*** SUPPLIED MATERIAL ***

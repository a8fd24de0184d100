/** What a line's place should make one heed. */
import { distance, kilometres } from '../quantities/format';
import { BODIES, type BodyName } from './bodies';
import type { Field } from './field';
import type { Site } from './site';

/** A moon taken as one body, with its balance radius where the primary already pulls more. */
export function oneBodyWarnings(body: BodyName, field: Field): string[] {
	const { label, l1 } = BODIES[body];
	if (!l1 || field.balance <= l1.value) return [];
	return [
		`${label} as one body: the synchronous radius of ${kilometres(field.balance)} lies beyond its L1 at ` +
			`${kilometres(l1.value)}, where the primary pulls more. These figures do not describe a line there.`
	];
}

/** @param top highest radius looked at, m */
export function siteWarnings(site: Site, field: Field, top: number): string[] {
	const warnings = site.kind === 'body' ? oneBodyWarnings(site.body, field) : [];
	if (site.kind === 'moon' && site.side === 'near' && top > field.balance)
		warnings.push(
			`The radius ${distance(top)} is ${distance(field.limit - top)} from the centre of the primary, whose own radius is not looked at.`
		);
	if (site.kind !== 'moon' && top > 1000 * field.balance)
		warnings.push('More than a thousand balance radii away one body alone says nothing.');
	return warnings;
}
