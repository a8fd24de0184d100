import fc from 'fast-check';
import { describe, expect, it } from 'vitest';
import { integrate } from '../numerics/quadrature';
import { analyse } from './as-built';
import { bodyField, moonField, type Field } from './field';
import type { Line } from './line';
import { constantPiece, linearPiece, taperPiece, type Piece } from './piece';
import { sizeTaper, taperShape } from './taper';
import { topWithin } from './trade';

const between = (min: number, max: number) => fc.double({ min, max, noNaN: true });
/** Ten to a power between the two. */
const decades = (min: number, max: number) => between(min, max).map((power) => 10 ** power);

/** A body whose balance radius is so many times its own. */
const oneBody = fc
	.record({ radius: decades(3, 8), ratio: between(1.05, 60), j2: fc.constantFrom(0, 1e-3) })
	.map(({ radius, ratio, j2 }) => {
		const gm = 1.4e-6 * radius ** 3;
		return bodyField({ gm, radius, rate: Math.sqrt(gm / (radius * ratio) ** 3), j2 });
	});

const moon = fc
	.record({
		share: decades(-6, -1),
		distance: decades(6, 9),
		radius: decades(-2, -0.3),
		side: fc.constantFrom('near' as const, 'far' as const)
	})
	.map(({ share, distance, radius, side }) => {
		const moonRadius = radius * distance * Math.cbrt(share / 3);
		const primaryGm = 1e-7 * distance ** 3;
		return moonField({ moonGm: share * primaryGm, primaryGm, moonRadius, distance }, side);
	});

const field = fc.oneof(oneBody, moon);

/** Above the balance radius, and on a near side well before the primary. */
const topOn = (field: Field, share: number) =>
	field.balance + share * Math.min(2 * field.balance, 0.9 * (field.limit - field.balance));

const design = fc.record({ steepness: decades(-2, 1), share: between(0.05, 1) });

function sized(field: Field, { steepness, share }: { steepness: number; share: number }) {
	const density = 1500;
	const top = topOn(field, share);
	const deepest = Math.max(field.depth(field.base), field.depth(top));
	const designStress = (density * deepest) / steepness;
	const input = { density, designStress, base: { lift: 1e3 }, reserve: 0, top };
	return { input, result: sizeTaper(field, input) };
}

describe('the exact taper', () => {
	it('grows thinner and lighter with a stronger material', () => {
		fc.assert(
			fc.property(field, design, between(1.01, 3), (field, design, factor) => {
				const { input, result } = sized(field, design);
				const stronger = sizeTaper(field, { ...input, designStress: input.designStress * factor });
				expect(Number(stronger.taper)).toBeLessThan(Number(result.taper));
				expect(Number(stronger.mass)).toBeLessThan(Number(result.mass));
			})
		);
	});

	it('grows thicker with a denser one', () => {
		fc.assert(
			fc.property(field, design, between(1.01, 3), (field, design, factor) => {
				const { input, result } = sized(field, design);
				const denser = sizeTaper(field, { ...input, density: input.density * factor });
				expect(Number(denser.taper)).toBeGreaterThan(Number(result.taper));
			})
		);
	});

	it('is lighter in total the longer it is', () => {
		fc.assert(
			fc.property(field, design, between(0.3, 0.95), (field, design, factor) => {
				const { input, result } = sized(field, design);
				const shorter = { ...input, top: field.balance + factor * (input.top - field.balance) };
				// Where the counterweight is nothing already, a longer line changes no digit.
				expect(Number(sizeTaper(field, shorter).total)).toBeGreaterThanOrEqual(
					Number(result.total) * (1 - 1e-12)
				);
			})
		);
	});

	it('hangs from its counterweight: m_c (−g) = σ_d A at the top', () => {
		fc.assert(
			fc.property(field, design, (field, design) => {
				const { input, result } = sized(field, design);
				const pull = Number(result.counterweight) * -field.g(input.top);
				expect(pull / (input.designStress * Number(result.topArea))).toBeCloseTo(1, 11);
			})
		);
	});

	it('comes within the share asked for exactly where it is said to', () => {
		fc.assert(
			fc.property(field, design, decades(-2, 0.5), (field, design, share) => {
				const { input, result } = sized(field, design);
				const { density, designStress, top } = input;
				const shape = taperShape(field, density, designStress);
				const found = topWithin(field, shape, { designStress, rangeTop: top, share });
				fc.pre(found > field.balance * (1 + 1e-6));
				const there = sizeTaper(field, { ...input, top: found });
				expect(Number(there.total) / Number(result.total) - 1).toBeCloseTo(share, 8);
			})
		);
	});

	it('carries its design stress everywhere when it is analysed as built', () => {
		fc.assert(
			fc.property(field, design, (field, design) => {
				const { input, result } = sized(field, design);
				const { density, designStress, top } = input;
				const shape = { k: density / designStress, peakArea: Number(result.synchronousArea) };
				const line: Line = {
					field,
					density,
					pieces: [
						taperPiece(field, shape, field.base, field.balance),
						taperPiece(field, shape, field.balance, top)
					],
					masses: [],
					counterweight: Number(result.counterweight)
				};
				// The tension at the anchor is what is left of the greatest: so much rounding is in it.
				const lost = 1e-13 * Number(result.taper);
				for (const { stress } of analyse(line, designStress, 20).rows)
					expect(Math.abs(stress / designStress - 1)).toBeLessThan(1e-12 + lost);
			})
		);
	});
});

describe('the integrals over a piece', () => {
	const pieces: [string, (field: Field, a: number, b: number) => Piece][] = [
		['of one section', (field, a, b) => constantPiece(field, a, b, 3e-6)],
		['that widens', (field, a, b) => linearPiece(field, [a, 1e-6], [b, 5e-6])],
		['that narrows', (field, a, b) => linearPiece(field, [a, 5e-6], [b, 1e-7])],
		[
			'with a taper',
			(field, a, b) => {
				const deepest = Math.max(field.depth(a), field.depth(b));
				const shape = { k: 3 / deepest, peakArea: 2e-6 };
				return taperPiece(field, shape, a, b);
			}
		]
	];

	it.each(pieces)('%s agree with an adaptive rule', (_, pieceOn) => {
		fc.assert(
			fc.property(field, between(0, 0.9), between(0.05, 1), (field, start, share) => {
				const top = topOn(field, 1);
				const a = field.base + start * (top - field.base);
				const b = a + share * (top - a);
				const piece = pieceOn(field, a, b);
				const edges = [...new Set([a, Math.min(b, Math.max(a, field.balance)), b])];
				const volume = integrate(piece.area, edges, 1e-13).value;
				expect(piece.volume(a, b) / volume).toBeCloseTo(1, 9);
				const pull = (r: number) => piece.area(r) * field.g(r);
				const size = integrate((r) => Math.abs(pull(r)), edges, 1e-11, 1e-15).value;
				const weight = integrate(pull, edges, 1e-13, 1e-13 * (size / (b - a))).value;
				expect(Math.abs(piece.weight(a, b) - weight)).toBeLessThan(1e-10 * size);
			}),
			{ numRuns: 60 }
		);
	});
});

describe('the limits of the field', () => {
	it('is that of a sphere as J2 goes to zero', () => {
		fc.assert(
			fc.property(decades(3, 8), between(1.05, 60), between(1, 5), (radius, ratio, r) => {
				const gm = 1.4e-6 * radius ** 3;
				const body = { gm, radius, rate: Math.sqrt(gm / (radius * ratio) ** 3) };
				const sphere = bodyField({ ...body, j2: 0 });
				for (const j2 of [1e-4, 1e-8, 1e-12]) {
					const oblate = bodyField({ ...body, j2 });
					// At most 3/2 J2 of gravity at the surface.
					const most = (1.5 * j2 + 1e-14) * (gm / radius ** 2);
					expect(Math.abs(oblate.g(r * radius) - sphere.g(r * radius))).toBeLessThan(most);
					expect(Math.abs(oblate.balance / sphere.balance - 1)).toBeLessThan(j2 + 1e-14);
				}
			})
		);
	});

	it('of a moon is that of one body as its primary loses its mass, the rate held by the distance', () => {
		fc.assert(
			fc.property(
				fc.constantFrom('near' as const, 'far' as const),
				decades(-12, -4),
				between(0.1, 0.8),
				(side, share, at) => {
					const [moonGm, moonRadius, rate] = [5e12, 1e6, 1e-4];
					const primaryGm = share * moonGm;
					const distance = Math.cbrt((moonGm + primaryGm) / rate ** 2);
					const line = moonField({ moonGm, primaryGm, moonRadius, distance }, side);
					const body = bodyField({ gm: moonGm, radius: moonRadius, rate, j2: 0 });
					const r = at * distance;
					expect(Math.abs(line.g(r) / body.g(r) - 1)).toBeLessThan(50 * share + 1e-12);
					expect(line.outOfPlane(r) / body.outOfPlane(r) - 1).toBeLessThan(200 * share);
					// The near side ends at the primary, which stands where the balance is.
					if (side === 'far')
						expect(Math.abs(line.balance / body.balance - 1)).toBeLessThan(share + 1e-12);
				}
			)
		);
	});
});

*** End of SUPPLIED MATERIAL ***

■ WORK REQUIRED ■
Both the line containing "field.balance + share" and the line containing "reserve: 0, top" belong in the answer. Print them and every line above that falls between them exactly, and no others.

■ REPLY TO THE EXERCISE ■
	field.balance + share * Math.min(2 * field.balance, 0.9 * (field.limit - field.balance));

const design = fc.record({ steepness: decades(-2, 1), share: between(0.05, 1) });

function sized(field: Field, { steepness, share }: { steepness: number; share: number }) {
	const density = 1500;
	const top = topOn(field, share);
	const deepest = Math.max(field.depth(field.base), field.depth(top));
	const designStress = (density * deepest) / steepness;
	const input = { density, designStress, base: { lift: 1e3 }, reserve: 0, top };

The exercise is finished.